Dataset records:
- - -
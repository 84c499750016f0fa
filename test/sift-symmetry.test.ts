// The space group and Z' polysift reports are the crystal's, not the file's (issue 11): on a generated landscape
// whose minima are written as a search writes them (P1, P1 supercells, other cells and settings), every kept
// structure reports the group it was generated in with Z' = 1, the file's group is kept beside it with a note,
// each kept structure lists the groups its members were written in, and detection that cannot be trusted falls
// back to the declared group with a note. The group each copy was generated in is the truth here; detection
// itself is checked against spglib in geometry-detect-symmetry.test.ts.
import { describe, expect, it } from 'vitest';
import { mkdtempSync, writeFileSync } from 'node:fs';
import { tmpdir } from 'node:os';
import { join } from 'node:path';
import Papa from 'papaparse';
import { generateLandscape, ALL_GROUPS } from '../src/demo/landscape.js';
import { IT_NUMBER, type GeneratedGroup } from '../src/demo/space-groups.js';
import { sift } from '../src/landscape/sift.js';
import { siftFiles } from '../src/landscape/sift-files.js';
import { validateLandscape } from '../src/landscape/load.js';
import { readCifText } from '../src/io/read.js';
import { crystalFacts } from '../src/geometry/facts.js';
import { crystalSymmetry } from '../src/geometry/crystal-symmetry.js';
import { expandSites } from '../src/geometry/periodic-set.js';
import { groupSymbol } from '../src/geometry/space-group-table.js';
import { inspectInputs } from '../src/commands/inspect.js';
import { referenceInvariants } from '../src/landscape/references.js';
import type { CrystalRecord } from '../src/types.js';

const GROUPS: GeneratedGroup[] = [...ALL_GROUPS, 'Pna21'];
const gen = generateLandscape({ seed: 21, packings: 21, copiesPerPacking: 6, closePairs: 0, spaceGroups: GROUPS, squeezeMoves: 150 });
const dir = mkdtempSync(join(tmpdir(), 'polysift-symmetry-'));
const cif = join(dir, 'search.cif');
const energies = join(dir, 'energies.csv');
writeFileSync(cif, gen.cif);
writeFileSync(energies, gen.energiesCsv);

function recordsOf(text: string): CrystalRecord[] {
  return readCifText(text, 'test.cif').map((b) => {
    if (b.kind !== 'record') throw new Error(b.rejected.reason);
    return b.record;
  });
}

describe('sift reports the space group each structure has', async () => {
  const cacheDir = join(dir, 'cache');
  const run = await sift({ inputs: [cif], energiesFile: energies, threads: 2, cacheDir });
  const l = run.landscape;
  const truthOf = (index: number) => gen.packings[gen.truth[index]].group;

  it('every kept structure reports the group it was generated in, with Z\' = 1, whatever it was written in', () => {
    expect(l.counts.kept).toBe(21);
    const keptKinds = l.kept.map((k) => gen.kinds[k]);
    // The lowest copy of a minimum is often one written in P1 or in a P1 supercell.
    expect(keptKinds.filter((k) => k.startsWith('p1')).length).toBeGreaterThan(3);
    for (const k of l.kept) {
      const r = l.structures[k];
      expect(r.spaceGroup, `${r.id} (${gen.kinds[k]})`).toBe(groupSymbol(IT_NUMBER[truthOf(k)]));
      expect(r.symmetry).toMatchObject({ source: 'detected', number: IT_NUMBER[truthOf(k)] });
      expect(r.zPrime).toBe(1);
      // Z per conventional cell: the number of general positions of the group (International Tables Vol. A).
      const z: Record<GeneratedGroup, number> = { 'P21/c': 4, 'P-1': 2, P212121: 4, 'C2/c': 8, P21: 2, Pbca: 8, Pna21: 4 };
      expect(r.z).toBe(z[truthOf(k)]);
    }
    // Duplicates too.
    for (const r of l.structures) expect(r.spaceGroup, r.id).toBe(groupSymbol(IT_NUMBER[truthOf(r.index)]));
  });

  it('keeps the declared group in its own field and says where it differs', () => {
    for (const r of l.structures) {
      const kind = gen.kinds[r.index];
      if (kind === 'p1' || kind === 'p1-supercell') {
        expect(r.symmetry!.declared).toBe('P1');
        expect(r.symmetry!.note).toBe(`written in P1; ${r.spaceGroup} within 0.06 Å` + (kind === 'p1-supercell' ? '; the given cell is a 2-fold supercell of the conventional cell' : ''));
        expect(r.notes).toContain(r.symmetry!.note);
        expect(r.symmetry!.declaredZPrime).toBe(kind === 'p1' ? r.z : 2 * r.z!);
      } else {
        expect(r.symmetry!.note).toBeNull();
        expect(r.symmetry!.declaredZPrime).toBe(1);
      }
    }
  });

  it('lists per kept structure the groups its members were written in', () => {
    for (const k of l.kept) {
      const r = l.structures[k];
      const members = l.structures.filter((s) => s.keptIndex === k);
      expect(r.writtenIn.reduce((n, e) => n + e.count, 0)).toBe(r.members);
      const counted = new Map<string, number>();
      for (const m of members) counted.set(m.symmetry!.declared!, (counted.get(m.symmetry!.declared!) ?? 0) + 1);
      expect(new Map(r.writtenIn.map((e) => [e.spaceGroup, e.count]))).toEqual(counted);
      // P21/c copies are written in P21/c, P21/n, P21/a and P1.
      if (r.spaceGroup === 'P21/c') expect(r.writtenIn.map((e) => e.spaceGroup)).toContain('P1');
    }
  });

  it('writes the detected group, the declared one and the note in the CSVs and landscape.json', () => {
    const files = new Map(siftFiles(run, { report: false }));
    const rows = Papa.parse<Record<string, string>>(files.get('structures.csv')!, { header: true, skipEmptyLines: true }).data;
    const p1 = rows.find((x) => gen.kinds[gen.ids.indexOf(x.id)] === 'p1')!;
    expect(p1.space_group_declared).toBe('P1');
    expect(p1.space_group_source).toBe('detected');
    expect(p1.symmetry_note).toBe(`written in P1; ${p1.space_group} within 0.06 Å`);
    expect(p1.z_prime).toBe('1');
    const unique = Papa.parse<Record<string, string>>(files.get('unique.csv')!, { header: true, skipEmptyLines: true }).data;
    for (const u of unique) {
      const r = l.structures[gen.ids.indexOf(u.id)];
      expect(u.written_in).toBe(r.writtenIn.map((e) => `${e.spaceGroup} x ${e.count}`).join('; '));
      expect(u.space_group).toBe(r.spaceGroup);
    }
    const json = JSON.parse(files.get('landscape.json')!);
    expect(json.parameters.symmetryToleranceAngstrom).toBe(0.06);
    expect(json.structures[p1 ? gen.ids.indexOf(p1.id) : 0].symmetry.hall).toMatch(/^-?[PC] /);
  });

  it('a re-run with another symmetry tolerance keeps the cached invariants and recomputes the symmetry', async () => {
    const tight = await sift({ inputs: [cif], energiesFile: energies, threads: 2, cacheDir, symmetryToleranceAngstrom: 0.001 });
    expect(tight.cache.hits).toBe(gen.ids.length);
    expect(tight.landscape.parameters.symmetryToleranceAngstrom).toBe(0.001);
    // Noisy P1 copies lose their symmetry at 0.001 Å; their files' own group (P1) is reported.
    const p1 = tight.landscape.structures.filter((r) => gen.kinds[r.index] === 'p1');
    expect(p1.length).toBeGreaterThan(0);
    for (const r of p1) expect(r.spaceGroup).toBe('P1');
    // Copies written with their operations keep them exactly.
    for (const r of tight.landscape.structures.filter((s) => gen.kinds[s.index] === 'standard')) expect(r.spaceGroup).toBe(groupSymbol(IT_NUMBER[truthOf(r.index)]));
    // And back: the cache now holds the tight facts, the default tolerance computes them again.
    const again = await sift({ inputs: [cif], energiesFile: energies, threads: 2, cacheDir });
    expect(again.landscape.structures.map((r) => r.spaceGroup)).toEqual(l.structures.map((r) => r.spaceGroup));
  });

  it('reads landscapes written before rows carried their symmetry', () => {
    const old = JSON.parse(JSON.stringify(l));
    for (const r of old.structures) {
      delete r.symmetry;
      delete r.writtenIn;
    }
    const back = validateLandscape(old, 'old landscape.json');
    expect(back.structures[0].symmetry).toBeNull();
    expect(back.structures[0].writtenIn).toEqual([]);
  });
});

describe('detection that cannot be trusted falls back to the declared group, with a note', () => {
  const standard = recordsOf(gen.cif).find((_, i) => gen.kinds[i] === 'standard' && truthOf(i) === 'P21/c')!;
  function truthOf(i: number): GeneratedGroup {
    return gen.packings[gen.truth[i]].group;
  }

  it('disordered sites: the declared group is reported', () => {
    // The same block with one hydrogen site at half occupancy.
    const text = standard.text.replace(/^(H\d+ H \S+ \S+ \S+)$/m, '$1 0.5').replace('_atom_site_fract_z\n', '_atom_site_fract_z\n_atom_site_occupancy\n');
    const lines = text.split('\n').map((line) => (/^[A-Z][a-z]?\d+ [A-Z][a-z]? \S+ \S+ \S+$/.test(line) ? `${line} 1` : line));
    const f = crystalFacts(recordsOf(lines.join('\n'))[0]);
    expect(f.symmetry.source).toBe('declared');
    expect(f.symmetry.symbol).toBe('P21/c');
    expect(f.symmetry.note).toMatch(/^disordered sites: P21\/c as declared is reported/);
  });

  it('hydrogen sites missing from a formula that has them: the declared group is reported', () => {
    const text = standard.text
      .split('\n')
      .filter((line) => !/^H\d+ H /.test(line))
      .join('\n')
      .replace('_cell_length_a', "_chemical_formula_sum 'C3 H4 N2 O2'\n_cell_length_a");
    const f = crystalFacts(recordsOf(text)[0]);
    expect(f.symmetry.source).toBe('declared');
    expect(f.symmetry.note).toMatch(/^hydrogen sites missing/);
  });

  it('a tolerance too tight for the file\'s own coordinates: the declared group is reported', () => {
    // P-1 with a nitrogen 0.02 Å off an inversion centre: the reader merges it with its image (within 0.1 Å),
    // so the expanded atom sits 0.04 Å from its own image; 0.01 Å cannot find the file's inversion.
    const text = `data_offcentre\n_cell_length_a 10\n_cell_length_b 11\n_cell_length_c 12\n_cell_angle_alpha 90\n_cell_angle_beta 100\n_cell_angle_gamma 90\n` +
      `_space_group_name_H-M_alt 'P -1'\nloop_\n_space_group_symop_operation_xyz\nx,y,z\n-x,-y,-z\n` +
      `loop_\n_atom_site_label\n_atom_site_type_symbol\n_atom_site_fract_x\n_atom_site_fract_y\n_atom_site_fract_z\n` +
      `N1 N 0.002 0 0\nC1 C 0.21 0.13 0.17\nO1 O 0.33 0.41 0.05\n`;
    const record = recordsOf(text)[0];
    expect(crystalFacts(record).symmetry).toMatchObject({ source: 'detected', symbol: 'P-1' });
    const tight = crystalFacts(record, { symmetryToleranceAngstrom: 0.01 }).symmetry;
    expect(tight).toMatchObject({ source: 'declared', symbol: 'P-1', declared: 'P-1' });
    expect(tight.note).toMatch(/^the file's own 2 operations are not all found within 0.01 Å/);
  });

  it('detection failure: the declared group is reported with the reason', () => {
    const ex = expandSites(standard, standard.sites.map((_, i) => i));
    const frac = Float64Array.from(ex.frac);
    frac[0] = Number.NaN;
    const r = crystalSymmetry(standard, { basis: ex.basis, frac, types: ex.atomicNumbers }, 4, { disordered: false, missingHydrogens: false, overlaps: 0 }, 0.06);
    expect(r.symmetry).toMatchObject({ source: 'declared', symbol: 'P21/c', zPrime: 1 });
    expect(r.symmetry.note).toBe('symmetry not detected within 0.06 Å (an atom has coordinates that are not numbers); P21/c as declared is reported');
  });
});

describe('inspect shows the detected group with its Hall symbol and cells, and the declared one', () => {
  it('for a copy written in a P1 supercell', async () => {
    const i = gen.kinds.findIndex((k, j) => k === 'p1-supercell' && gen.packings[gen.truth[j]].group === 'P21/c');
    const file = join(dir, 'one.cif');
    writeFileSync(file, recordsOf(gen.cif)[i].text);
    const report = await inspectInputs([file], { hydrogens: 'keep' });
    const e = report.structures[0];
    expect(e.spaceGroup).toBe('P21/c');
    expect(e.spaceGroupAsWritten).toBe('P 1');
    expect(e.z).toBe(4);
    expect(e.zPrime).toBe(1);
    expect(e.moleculesPerCell).toBe(8);
    expect(e.detected).toMatchObject({ number: 14, hall: '-P 2ybc', hm: 'P 1 21/c 1', full: 'P 1 21/c 1', pointGroup: '2/m', crystalSystem: 'monoclinic', latticePointsPerCell: 2 });
    expect(e.detected!.operations.length).toBe(8);
    expect(e.detected!.operations[0]).toBe('x,y,z');
    expect(e.symmetry.note).toBe('written in P1; P21/c within 0.06 Å; the given cell is a 2-fold supercell of the conventional cell');
  });
});

describe('locate reports the group a reference has', () => {
  it('a reference written in P1 is reported in the group it was generated in, with Z\' = 1', () => {
    const i = gen.kinds.findIndex((k, j) => k === 'p1' && gen.packings[gen.truth[j]].group === 'Pbca');
    const ref = referenceInvariants(recordsOf(gen.cif)[i], 10, 'keep', 0.06);
    expect(ref.spaceGroup).toBe('Pbca');
    expect(ref.zPrime).toBe(1);
    expect(ref.notes).toContain('written in P1; Pbca within 0.06 Å');
  });
});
- - -
Exercise brief:
How many lines in the entries include the string "crystalSymmetry"? Answer with the number alone.

Reply:
2